A request can be aborted with a flush request. When a server receives a Tflush, it should not reply to the message with tag oldtag (unless it has already replied), and it should immediately send an Rflush. The client must wait until it gets the Rflush (even if the reply to the original message arrives in the interim), at which point oldtag may be reused.
Because the message size is negotiable and some elements of the protocol are variable length, it is possible (although unlikely) to have a situation where a valid message is too large to fit within the negotiated size. For example, a very long file name may cause a Rstat of the file or Rread of its directory entry to be too large to send. In most such cases, the server should generate an error rather than modify the data to fit, such as by truncating the file name. The exception is that a long error string in an Rerror message should be truncated if necessary, since the string is only advisory and in some sense arbitrary.

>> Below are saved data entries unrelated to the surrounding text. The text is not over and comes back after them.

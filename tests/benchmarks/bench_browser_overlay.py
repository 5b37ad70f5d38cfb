"""Browser round trip of the overlay: a slider key press until the predicted lines are repainted.

Workload (invented): `LineIdentifier` on a 1 000 000-pixel spectrum with 2000 predicted lines, in
JupyterLab driven by Debian's chromium (headless, software rendering).  Measured in the page: the
time from the slider's keydown event to the first animation frame after the guides' SVG path
changed (median of REPEATS presses, one at a time).  Baseline, same page and run: a plain
FloatSlider moving one marker on a 1000-point bqplot curve (the comm round trip and one repaint,
with no zline work).  Also timed in the kernel: one ``w.z`` change (what the kernel does per event).
"""

import json
import os
import re
import shutil
import statistics
import sys
import tempfile
import time
from pathlib import Path

sys.path.insert(0, os.path.join(os.path.dirname(os.path.abspath(__file__)), "..", "widgets"))
from labserver import CHROMIUM_ARGS as ARGS, TOKEN, start_lab, stop_lab  # noqa: E402

__all__ = ["main"]

REPEATS = 15
GOAL_MS = 50.0
CHROMIUM = os.environ.get("CHROMIUM", "/usr/bin/chromium")

APP = r'''
import numpy as np, astropy.units as u, ipywidgets as W, bqplot as bq
from astropy.nddata import StdDevUncertainty
from astropy.table import QTable
from specutils import Spectrum
from zline.widgets import LineIdentifier
rng = np.random.default_rng(7)
x = np.linspace(3500.0, 10000.0, 1_000_000)
sp = Spectrum(spectral_axis=x * u.AA, flux=(1.0 + rng.normal(0, 0.05, x.size)) * u.Jy,
              uncertainty=StdDevUncertainty(np.full(x.size, 0.05)), meta={"zline": {"medium": "vacuum"}})
rest = np.sort(rng.uniform(1000.0, 9000.0, 2000))
lines = QTable({"label": [f"L{i}" for i in range(2000)], "rest": rest * u.AA,
                "strength": rng.uniform(0, 1, 2000), "origin": rng.choice(["computed", "tabulated"], 2000)})
w = LineIdentifier(sp, lines=lines, z=0.2)
bx = np.linspace(0, 10, 1000)
sx, sy = bq.LinearScale(min=0, max=10), bq.LinearScale(min=-1.5, max=1.5)
curve = bq.Lines(x=bx, y=np.sin(bx), scales={"x": sx, "y": sy})
marker = bq.Lines(x=[2.0, 2.0], y=[-1.5, 1.5], scales={"x": sx, "y": sy}, labels=["marker"])
base_fig = bq.Figure(marks=[curve, marker], layout=W.Layout(width="500px", height="250px"), animation_duration=0)
base_fig.add_class("base-fig")
base_slider = W.FloatSlider(value=2.0, min=0, max=10, step=0.01)
base_slider.add_class("base-slider")
base_slider.observe(lambda c: setattr(marker, "x", [c["new"]] * 2), names="value")
W.VBox([w, base_fig, base_slider])
'''

INSTALL = """([fig, label]) => {
  window.__t0 = 0; window.__t1 = 0;
  document.addEventListener('keydown', () => { window.__t0 = performance.now(); window.__t1 = 0; }, true);
  const pick = () => [...document.querySelectorAll(fig + ' g.curve')]
      .find(g => (g.querySelector('text.curve_label')?.textContent || '').startsWith(label));
  let old = pick().querySelector('path.line').getAttribute('d');
  new MutationObserver(() => {
    const d = pick().querySelector('path.line').getAttribute('d');
    if (d !== old && window.__t0 && !window.__t1) {
      old = d;
      requestAnimationFrame(() => { window.__t1 = performance.now(); });
    }
  }).observe(document.querySelector(fig), {attributes: true, subtree: true, attributeFilter: ['d']});
}"""


def _start_lab(base):
    import nbformat
    root = base / "root"
    root.mkdir()
    nb = nbformat.v4.new_notebook()
    nb.cells = [nbformat.v4.new_code_cell(APP)]
    nb.metadata["kernelspec"] = {"name": "python3", "display_name": "Python 3 (ipykernel)", "language": "python"}
    nbformat.write(nb, str(root / "bench.ipynb"))
    return start_lab(root, base)


def _kernel_times(runtime, n, setup=""):
    from jupyter_client import BlockingKernelClient
    client = BlockingKernelClient(connection_file=str(sorted(runtime.glob("kernel-*.json"))[0]))
    client.load_connection_file()
    client.start_channels()
    try:
        client.wait_for_ready(timeout=60)
        code = (setup + "\nimport time as _t, json as _j\n_ts = []\nfor _k in range(%d):\n"
                "    _a = _t.perf_counter(); w.z = w.z + 1e-5; _ts.append(_t.perf_counter() - _a)\n" % n)
        client.execute_interactive(code, timeout=120, output_hook=lambda msg: None)
        reply = client.execute_interactive("", user_expressions={"v": "_j.dumps(_ts)"}, timeout=60,
                                           output_hook=lambda msg: None)
        return json.loads(eval(reply["content"]["user_expressions"]["v"]["data"]["text/plain"]))  # noqa: S307
    finally:
        client.stop_channels()


def _press_times(page, figure, label, handle, n):
    page.locator(handle).focus()
    page.evaluate(INSTALL, [figure, label])
    out = []
    for _ in range(n):
        page.keyboard.press("ArrowRight")
        page.wait_for_function("() => window.__t1 > window.__t0", timeout=60_000)
        out.append(page.evaluate("() => window.__t1 - window.__t0"))
        time.sleep(0.15)
    return out


def main():
    if not os.path.exists(CHROMIUM):
        print(f"SKIPPED: {CHROMIUM} missing (apt-get install chromium)")
        return
    from playwright.sync_api import sync_playwright
    base = Path(tempfile.mkdtemp(prefix="zline-bench-"))
    proc, log, url, runtime = _start_lab(base)
    try:
        with sync_playwright() as p:
            browser = p.chromium.launch(executable_path=CHROMIUM, headless=True, args=ARGS)
            page = browser.new_page(viewport={"width": 1400, "height": 1100})
            page.route(re.compile(r"^https?://(?!127\.0\.0\.1[:/]|localhost[:/])"), lambda r: r.abort())
            page.goto(f"{url}/lab/tree/bench.ipynb?token={TOKEN}")
            page.locator(".jp-StatusBar-TextItem", has_text=re.compile(r"ipykernel\) \| Idle")).wait_for(timeout=120_000)
            page.evaluate("() => window.jupyterapp.commands.execute('notebook:run-all-cells')")
            page.locator(".base-slider .noUi-handle").wait_for(timeout=180_000)
            page.locator(".zline-z .noUi-handle").wait_for(timeout=180_000)
            time.sleep(2.0)
            zline = _press_times(page, ".zline-plot", "lines-", ".zline-z .noUi-handle", REPEATS)
            kernel = [t * 1e3 for t in _kernel_times(runtime, REPEATS)]
            # the same without the verification strip's live update, to see what it costs
            kernel_bare = [t * 1e3 for t in _kernel_times(runtime, REPEATS, "w.strip.lines = None")]
            time.sleep(1.0)
            bare = _press_times(page, ".zline-plot", "lines-", ".zline-z .noUi-handle", REPEATS)
            page.locator(".base-slider").scroll_into_view_if_needed()
            base_ms = _press_times(page, ".base-fig", "marker", ".base-slider .noUi-handle", REPEATS)
            guides = page.evaluate("""() => [...document.querySelectorAll('.zline-plot g.curve')]
                .filter(g => (g.querySelector('text.curve_label')?.textContent || '').startsWith('lines-'))
                .reduce((n, g) => n + (g.querySelector('path.line').getAttribute('d') || '').split('M').length - 1, 0)""")
            texts = page.evaluate("() => document.querySelectorAll('.zline-band text').length")
            browser.close()
    finally:
        stop_lab(proc, log)
        shutil.rmtree(base, ignore_errors=True)
    med, base_med, k_med = statistics.median(zline), statistics.median(base_ms), statistics.median(kernel)
    print("LineIdentifier: 1 000 000 spectrum pixels, 2000 predicted lines; headless chromium, software rendering")
    print(f"{'measure':<58} {'median [ms]':>12} {'max [ms]':>10}")
    print(f"{'slider keydown -> overlay repainted (LineIdentifier)':<58} {med:12.1f} {max(zline):10.1f}")
    print(f"{'baseline: slider keydown -> 1 marker repainted (plain bqplot)':<58} {base_med:12.1f} {max(base_ms):10.1f}")
    print(f"{'kernel: one w.z change (all marks, strip, controls)':<58} {k_med:12.1f} {max(kernel):10.1f}")
    print(f"{'same round trip without the strip update':<58} {statistics.median(bare):12.1f} {max(bare):10.1f}")
    print(f"{'kernel: one w.z change without the strip update':<58} {statistics.median(kernel_bare):12.1f} "
          f"{max(kernel_bare):10.1f}")
    print(f"ratio LineIdentifier / baseline: {med / base_med:.2f}x; kernel share of the round trip: "
          f"{100 * k_med / med:.0f} %; browser (transport + render) {med - k_med:.1f} ms")
    print(f"guides drawn in view: {guides} vertical segments; band text elements: {texts}")
    print(f"goal {GOAL_MS:.0f} ms: {'met' if med <= GOAL_MS else 'NOT met'}")


if __name__ == "__main__":
    main()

Most programs do not see the 9P protocol directly; instead calls
to library routines that access files are translated by the mount
driver, mnt(3), into 9P messages.
Directories are created by create with DMDIR set in the permissions
argument (see stat(5)). The members of a directory can be found
with read(5). All directories must support walks to the directory
.. (dot–dot) meaning parent directory, although by convention directories
contain no explicit entry for .. or .
(dot). The parent of the root directory of a server's tree is
Each file server maintains a set of user and group names. Each
user can be a member of any number of groups. Each group has a
group leader who has special privileges (see stat(5) and users(6)).
Every file request has an implicit user id (copied from the original
attach) and an implicit set of groups (every group of
which the user is a member). |
Each file has an associated owner and group id and three sets of permissions: those of the owner, those of the group, and those of ``other'' users. When the owner attempts to do something to a file, the owner, group, and other permissions are consulted, and if any of them grant the requested permission, the operation is allowed. For someone who is not the owner, but is a member of the file's group, the group and other permissions are consulted. For everyone else, the other permissions are used. Each set of permissions says whether reading is allowed, whether writing is allowed, and whether executing is allowed. A walk in a directory is regarded as executing the directory, not reading it. Permissions are kept in the low–order bits of the file mode: owner read/write/execute permission represented as 1 in bits 8, 7, and 6 respectively (using 0 to number the low order). The group permissions are in bits 5, 4, and 3, and the other permissions are in bits 2, 1, and 0.
The file mode contains some additional attributes besides the
permissions. If bit 31 (DMDIR) is set, the file is a directory;
if bit 30 (DMAPPEND) is set, the file is append–only (offset is
ignored in writes); if bit 29 (DMEXCL) is set, the file is exclusive–use
(only one client may have it open at a time); if bit 27 (DMAUTH)
set, the file is an authentication file established by auth messages;
if bit 26 (DMTMP) is set, the contents of the file (or directory)
are not included in nightly archives. (Bit 28 is skipped for historical
reasons.) These bits are reproduced, from the top bit down, in
the type byte of the Qid: QTDIR, QTAPPEND, QTEXCL,
(skipping one bit) QTAUTH, and QTTMP. The name QTFILE, defined
to be zero, identifies the value of the type for a plain file.